Associate Justice of the Mississippi Supreme Court
- Incumbent
- Assumed office February 1, 2019
- Appointed by: Phil Bryant
- Preceded by: Bill Waller Jr.

Judge of the Mississippi Court of Appeals
- In office January 1, 2003 – January 31, 2019
- Succeeded by: Cory T. Wilson

Personal details
- Born: Meridian, Mississippi, U.S.
- Education: University of Mississippi (BA, JD)

= Kenny Griffis =

American judge

T. Kenneth Griffis Jr. is an associate justice of the Supreme Court of Mississippi. He previously served as Presiding Judge on the Mississippi Court of Appeals.

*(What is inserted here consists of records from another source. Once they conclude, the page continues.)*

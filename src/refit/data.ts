import type { FileHandle } from 'node:fs/promises';
import { basename, extname } from 'node:path';
import Papa from 'papaparse';
import { openRegularFile } from '../documents/regularFile.js';
import { xlsxLimits } from '../limits.js';
import { RefitError, closestNames } from './errors.js';
import { LineEndingsToLf, lineEndingsToLf } from './lineEndings.js';
import { ShiftedColumn, parseCellNumber } from './numeric.js';
import { isMissingCode, type MissingRule, type ResolvedSpec } from './spec.js';
import { readXlsxSheet } from './xlsx.js';
import { readXlsxBytes } from './xlsxBytes.js';

/**
 * Reading raw data: CSV/TSV (papaparse, streamed in chunks; the delimiter is
 * detected from the header line among comma, semicolon and tab) and .xlsx
 * (read-excel-file, first sheet). Rows reach a consumer in batches of text
 * cells; nothing keeps every row in memory.
 *
 * Interpretation of the model's columns (ModelFrameReader): text columns are
 * factors, numeric columns covariates unless declared factors; empty cells,
 * "NA" and the column's missing-value codes are missing; rows with a missing
 * value in any model variable are dropped and counted. Errors name the file,
 * the row (the header line is row 1) and the column.
 */

export type CellInput = string | number | boolean | Date | null | undefined;

/** A table already in memory (tests, callers that read data themselves). */
export interface InMemoryTable {
  /** Shown in error messages in place of a file name. */
  name?: string;
  header: string[];
  rows: Iterable<readonly CellInput[]>;
}

/**
 * The text of a CSV/TSV file already read (the web page, which has the
 * user's chosen file but no path): read exactly as the file would be.
 */
export interface DelimitedText {
  /** The file's name, shown in messages and the report. */
  name: string;
  text: string;
}

/**
 * The bytes of an .xlsx file already read (the web page): its first sheet
 * is read within the same limits as a file on disk (xlsxBytes.ts).
 */
export interface XlsxBytes {
  /** The file's name, shown in messages and the report. */
  name: string;
  xlsx: Uint8Array;
}

/** A path to a .csv, .tsv, .txt or .xlsx file, the text of a CSV/TSV file, the bytes of an .xlsx file, or a table in memory. */
export type DataSource = string | DelimitedText | XlsxBytes | InMemoryTable;

/** Whether a source is the text of a delimited file rather than a path or a table. */
export function isDelimitedText(source: DataSource): source is DelimitedText {
  return typeof source !== 'string' && 'text' in source;
}

export interface RowConsumer {
  header(names: string[], file: string, options: { decimalComma: boolean }): void;
  /** `firstRow` is the row number of batch[0] (the header line is row 1). */
  rows(batch: readonly (readonly string[])[], firstRow: number): void;
  end(): void;
}

export type Delimiter = ',' | ';' | '\t';

/** Picks the most frequent of comma, semicolon and tab outside double quotes in the header line (comma on a tie or none). */
export function detectDelimiter(headerLine: string): Delimiter {
  const counts = { ',': 0, ';': 0, '\t': 0 };
  let quoted = false;
  for (const ch of headerLine) {
    if (ch === '"') quoted = !quoted;
    else if (!quoted && (ch === ',' || ch === ';' || ch === '\t')) counts[ch]++;
  }
  let best: Delimiter = ',';
  for (const d of ['\t', ';'] as const) if (counts[d] > counts[best]) best = d;
  return best;
}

== Education and early life==

Griffis attended Meridian Community College and Mississippi State University. He received his Bachelor of Accountancy and his Juris Doctor from the University of Mississippi. He was a certified public accountant from 1984 through 2007. Griffis has taught as an adjunct professor of law at the University of Mississippi School of Law, Mississippi College School of Law, Belhaven University and Meridian Community College.

== Judicial career ==
=== Mississippi Court of Appeals ===

Griffis was elected to the Court of Appeals in November 2002 and became a presiding judge in March 2011.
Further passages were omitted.